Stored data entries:
────────

def _has_shared(acc: Accuracy | None) -> bool:
    """Whether a meter's spec has a part shared by its readings (a gain or offset)."""
    return acc is not None and acc.shared and (acc.percent != 0 or acc.offset != 0)


def _is_rect(acc: Accuracy | None) -> bool:
    return acc is None or abs(acc.divisor - math.sqrt(3.0)) < 1e-12


def _cross_check(g, v, i, r, uv, ui, ur, load_tolerance, tol_col, line_arr) -> list[Note]:
    """With V, I and R all given: note where V/I disagrees with R beyond its tolerance.

    The allowance is the combined expanded uncertainty (k = 2) of V − I·R, with the
    resistor's full tolerance half-width in place of its standard uncertainty; with no
    uncertainty stated at all, a 5 % relative disagreement (common practice).
    """
    ok = np.isfinite(r) & (r > 0)
    if not ok.any():
        return []
    rr = np.where(ok, r, 1.0)
    allowance = 2.0 * np.sqrt(uv ** 2 + (rr * ui) ** 2 + (i * ur * math.sqrt(3.0)) ** 2)
    resid = np.abs(v - i * rr)
    no_u = allowance == 0
    allowance = np.where(no_u, 0.05 * np.abs(v), allowance)
    bad = ok & (resid > allowance) & (np.abs(v) > 0)
    notes = []
    rows_bad = np.flatnonzero(bad)  # g is sorted later, so group these rows explicitly
    if rows_bad.size:
        rows_bad = rows_bad[np.argsort(g[rows_bad], kind="stable")]
        grps, starts = np.unique(g[rows_bad], return_index=True)
        for grp, rows in zip(grps, np.split(rows_bad, starts[1:])):
            where = ", ".join(str(int(line_arr[k])) if line_arr is not None else f"#{k + 1}"
                              for k in rows[:5])
            more = f" and {rows.size - 5} more" if rows.size > 5 else ""
            k = rows[0]
            measured = v[k] / i[k] if i[k] else math.inf
            notes.append(Note(int(grp), "load-mismatch",
                              f"V/I disagrees with the stated load beyond its tolerance at "
                              f"line(s) {where}{more} (e.g. {measured:.4g} Ω measured vs "
                              f"{r[k]:.4g} Ω stated): check the resistor value, lead resistance "
                              "or a mislabelled row; V and I were used as measured"))
    return notes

────────

WORK REQUIRED:
One stretch of the lines above is wanted, from the line that contains "no_u = allowance == 0" through the line that contains "k = rows[0]". Output it exactly.

RESPONSE BOX:
    no_u = allowance == 0
    allowance = np.where(no_u, 0.05 * np.abs(v), allowance)
    bad = ok & (resid > allowance) & (np.abs(v) > 0)
    notes = []
    rows_bad = np.flatnonzero(bad)  # g is sorted later, so group these rows explicitly
    if rows_bad.size:
        rows_bad = rows_bad[np.argsort(g[rows_bad], kind="stable")]
        grps, starts = np.unique(g[rows_bad], return_index=True)
        for grp, rows in zip(grps, np.split(rows_bad, starts[1:])):
            where = ", ".join(str(int(line_arr[k])) if line_arr is not None else f"#{k + 1}"
                              for k in rows[:5])
            more = f" and {rows.size - 5} more" if rows.size > 5 else ""
            k = rows[0]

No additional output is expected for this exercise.